- _Task description_
Which lines of the entries below run from the one holding "GRANDKE_VARIANCE_FACTOR = 3.5" to the one holding "NOISE_BINS = 256", inclusive? Set down exactly those lines and no others.

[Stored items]
*** Block opens ***

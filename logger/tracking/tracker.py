"""Frame-by-frame frequency tracker: pure NumPy/SciPy, no I/O.

The signal is cut into overlapping frames (default 85 ms every 20 ms). Each frame goes through

1. **Coarse stage, Hann window.** One real FFT per frame (batched over a strided frame matrix).
   The noise floor is the median of the Hann power spectrum (robust against tones, harmonics and
   hum lines). The strongest peak in the search band is found; then its subharmonics ``f/m``
   (m = 2..10) are checked for a real peak with harmonic support, and the lowest consistent one is
   taken as the fundamental, because a pulse-shaped oscillator output (a 555, a comparator) can
   carry harmonics as strong as or stronger than its fundamental after AC coupling. Mains hum lines
   (50/60 Hz and harmonics, when the 50/60 Hz line itself is present) are excluded from the search
   unless a band is given. A tone must clear both a global threshold (median noise floor) and a
   local ordered-statistic CFAR test, each set for about 1e-3 false alarms per frame. The coarse
   sub-bin offset comes from Grandke's two-bin Hann formula.
2. **Fine stage, rectangular window.** The DTFT of the frame (DC removed) is evaluated at
   ``f_coarse +- 1/2`` bin and one Aboutanios-Mulgrew interpolation step is solved in closed form
   with the exact finite-N Dirichlet kernel (so it is exact for a noiseless complex tone, like
   Candan's 2013 correction of Jacobsen's estimator). Before the step, the leakage of the tone's
   own negative-frequency image, of its harmonics (amplitudes from the Hann spectrum), of other
   strong lines (hum, a second oscillator) and of the removed frame mean is subtracted
   analytically; this removes the bias a rectangular window otherwise shows for real signals and
   pulse waves. The variance is close to the Cramer-Rao bound.
3. **Optional refinement** (``refine=True``): IEEE Std 1057 four-parameter least-squares sine fit
   started from the fine estimate.

Frequencies and times are raw: the nominal sample rate, no clock or divider corrections.
"""

from __future__ import annotations

import math
from dataclasses import asdict, dataclass

import numpy as np
import scipy.fft as sfft
from numpy.lib.stride_tricks import sliding_window_view

from coilshift.logger.runfolder import flags as fl
from coilshift.logger.errors import InputError
from coilshift.logger.tracking.estimators import grandke_hann
from coilshift.logger.runfolder.frames import FrameTable
from coilshift.logger.tracking.sinefit import fit_sine4_frames

#: a frame must hold this many cycles of the lowest frequency searched (and the search never goes
#: below this bin), so the Hann main lobe (+-2 bins) stays clear of DC
MIN_CYCLES = 4
#: the search stops this many bins below fs/2 so the three-bin interpolation has its neighbours
TOP_GUARD_BINS = 3
#: false-alarm probability per frame for "a tone is present" (noise-only peak above threshold)
FALSE_ALARM_PER_FRAME = 1e-3
#: a subharmonic counts as the fundamental if its peak is within this range of the strongest peak
SUBHARMONIC_RANGE_DB = 30.0
#: highest harmonic number that may be the strongest line and still be traced to its fundamental
MAX_HARMONIC_SEARCH = 10
#: harmonics whose leakage is cancelled in the fine stage (a low pulse wave has a hundred or more
#: below fs/2, each leaking as 1/distance into the rectangular window)
LEAKAGE_HARMONICS = 256
#: mains frequencies and the number of their harmonics treated as hum
MAINS_HZ = (50.0, 60.0)
HUM_HARMONICS = 10
#: a hum line must stand this far (power ratio, 10 dB) above the bins two either side of it
HUM_PEAK_RATIO = 10.0
#: a line more than this (power ratio, 10 dB) above the mains line is not taken for its harmonic
HUM_STRONGER = 10.0
#: other strong lines (hum, another oscillator) whose rectangular-window leakage is cancelled:
#: at most this many per frame, and only those within this range of the tone's Hann peak power
OTHER_LINES = 8
OTHER_LINES_RANGE_DB = 60.0
#: closed-form interpolation passes: the second uses the rectangular-window amplitude of the
#: first for the image correction, which takes the noiseless error of a 5-bin tone from 2e-5 to
#: 1e-6 bin (it leaves the RMS error at higher frequencies unchanged)
FINE_PASSES = 2
#: variance of Grandke's Hann interpolation over the Cramer-Rao bound (RMS 1.7-1.9 x in the benchmark)
GRANDKE_VARIANCE_FACTOR = 3.5
#: local detection test: this many cells (half each side), starting this many bins from the peak
LOCAL_CELLS = 24
LOCAL_GUARD = 3
#: bins either side of each harmonic left out of the noise estimate
NOISE_GUARD_BINS = 3
#: the noise median uses about this many bins (every few bins: cheaper, and Hann neighbours are
#: correlated anyway); 256 bins give the median to about 6 % (0.3 dB)
NOISE_BINS = 256
#: frames analysed together (bounds memory; results do not depend on it)
CHUNK_FRAMES = 256
#: the fine stage evaluates DTFTs on a (rows x DTFT_BLOCK) reshaping of the frame
DTFT_BLOCK = 64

*** Block closes ***

- _Written reply_
GRANDKE_VARIANCE_FACTOR = 3.5
#: local detection test: this many cells (half each side), starting this many bins from the peak
LOCAL_CELLS = 24
LOCAL_GUARD = 3
#: bins either side of each harmonic left out of the noise estimate
NOISE_GUARD_BINS = 3
#: the noise median uses about this many bins (every few bins: cheaper, and Hann neighbours are
#: correlated anyway); 256 bins give the median to about 6 % (0.3 dB)
NOISE_BINS = 256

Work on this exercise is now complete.